Please hear what I am saying and proposing as a way of being and acting. Contentment is a character trait, not a war strategy. It is a demeanor, a resolve, and an expectation. It is capable of replacing destructive traits like Pride, Greed, Lust, Jealousy, Anger, and the like. It also implies a thankfulness and certain level of humility. We would do well to rediscover the Apostle Paul’s secret.

When it comes to other people, family members, and co-workers and how we interact with them. There is a clinical practice used by psychologists called Unconditional Positive Regard (UPR). In clinical ethics, counsellors are taught to practice UPR. One could see UPR as being content with who God has brought into your life and prayerfully consider how you can be a blessing to them or what it is God would have you to do in their regard. Carl Rogers is said to be the psychologist that came up with the idea of UPR but when one reads the Bible, you find that Jesus practiced this way of interaction nearly two thousand years before Carl. In fact, after studying Carl Rogers, I am convinced he adapted the idea from our Lord’s attributes.

Spiritual level thinking and being require I practice the secret of being content. As I make this my way of life more and more, I suddenly understand the words of John, “He must increase and I must decrease.” I begin to realize that life is NOT a competition it is a competency called contentment! Am I content with who I am in Christ, what God has me doing, and who God has placed in my life? I think the difficulty is people may think of contentment as boring or me giving up what could be. On the contrary! It is a method of surrender that places us in a position that is anything but boring. Instead of giving up my dreams, I now start to see what God sees, and I will tend to take more risks to reach people who do not know the same level of thinking, being, and doing warfare. God is not confused about who He is and neither should we be confused about who we are in Him. Some secrets are meant to be exposed and contentment is one of them.

May God teach you through His word and conviction of the Holy Spirit how to be content, no matter what!

Mijikai Mason
Disclaimer: The thoughts and views published on the Veterans to Christ blog are those of Mijikai Mason and in no way are meant to represent the United States Army or the Armed Forces.

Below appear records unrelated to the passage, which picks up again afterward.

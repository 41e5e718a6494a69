using System.Collections.Concurrent;

namespace AlgebraNotebook.Exact.Symbols;

/// <summary>
/// A named variable or parameter (x, hbar, theta, t1). Symbols are interned: two symbols with the same name are the
/// same object, compare equal, and have the same <see cref="Id"/>. Symbols are ordered by name (ordinal comparison of
/// their names), never by when they were first used, so that output does not depend on which cell ran first: this is the
/// storage order of factors in a monomial and the default variable ranking of monomial orders (a ranks above b).
/// </summary>
public sealed class Symbol : IEquatable<Symbol>, IComparable<Symbol>
{
    private static readonly ConcurrentDictionary<string, Symbol> Interned = new(StringComparer.Ordinal);
    private static int _nextId;

    private Symbol(string name, int id)
    {
        Name = name;
        Id = id;
    }

    /// <summary>The symbol's name: a letter followed by letters, digits or underscores.</summary>
    public string Name { get; }

    /// <summary>A process-wide number, in order of first use.</summary>
    public int Id { get; }

    /// <summary>Returns the symbol with this name, creating it on first use.</summary>
    /// <exception cref="ExactArgumentException">The name is empty or not an identifier.</exception>
    public static Symbol Of(string name)
    {
        ArgumentNullException.ThrowIfNull(name);
        if (Interned.TryGetValue(name, out var existing))
        {
            return existing;
        }

        Validate(name);
        return Interned.GetOrAdd(name, n => new Symbol(n, Interlocked.Increment(ref _nextId) - 1));
    }

    /// <summary>True when <paramref name="name"/> is a valid symbol name.</summary>
    public static bool IsValidName(string? name)
    {
        if (string.IsNullOrEmpty(name) || !char.IsLetter(name[0]))
        {
            return false;
        }

        foreach (var c in name)
        {
            if (!char.IsLetterOrDigit(c) && c != '_')
            {
                return false;
            }
        }

        return true;
    }

    internal static Symbol FromId(int id)
    {
        foreach (var symbol in Interned.Values)
        {
            if (symbol.Id == id)
            {
                return symbol;
            }
        }

        throw new ArgumentOutOfRangeException(nameof(id), $"No symbol has id {id}.");
    }

    private static void Validate(string name)
    {
        if (!IsValidName(name))
        {
            throw new ExactArgumentException(
                $"\"{name}\" is not a valid symbol name: use a letter followed by letters, digits or underscores.", nameof(name));
        }
    }

    /// <inheritdoc />
    public bool Equals(Symbol? other) => ReferenceEquals(this, other);

    /// <inheritdoc />
    public override bool Equals(object? obj) => ReferenceEquals(this, obj);

    /// <inheritdoc />
    public override int GetHashCode() => Id;

    /// <summary>Orders by name (ordinal), the canonical symbol order.</summary>
    public int CompareTo(Symbol? other) => other is null ? 1 : Compare(this, other);

    /// <summary>The canonical symbol order: ordinal comparison of the names; negative when <paramref name="a"/> comes first.</summary>
    public static int Compare(Symbol a, Symbol b) => ReferenceEquals(a, b) ? 0 : string.CompareOrdinal(a.Name, b.Name);

    /// <inheritdoc />
    public override string ToString() => Name;
}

Bio: Mijikai Mason is an Ordained Southern Baptist minister and Chaplain in the United States Army. He has been in the Army for 26 years both as an enlisted Soldier and now as an Officer. He has been stationed at various bases in the United States and in United States Army Garrison Schweinfurt, Germany. He holds an undergraduate degree in Religion from the University of Mobile, a Master of Divinity degree from New Orleans Baptist Theological Seminary in Theology and Evangelism and a Master of Arts degree in Marriage and Family Therapy from Webster University. Chaplain (MAJ) Mijikai Mason was selected by the Army in 2013, to become a Family Life Chaplain and began his service in this field starting 15 May 2015. He is the Deputy ESC Chaplain and Family Life Chaplain for the 593 Expeditionary Support Command at Joint Base Lewis McCord. He has deployed four times: Desert Storm (1991), Iraq twice (2005-2006; 2007-2008), and Afghanistan (2012-2013). He has a total of 42 months deployed in combat and logistics operations. Mijikai and his wife, Ashley, have been married for 17 years this May and live near Joint Base Lewis McChord, Washington with their four daughters.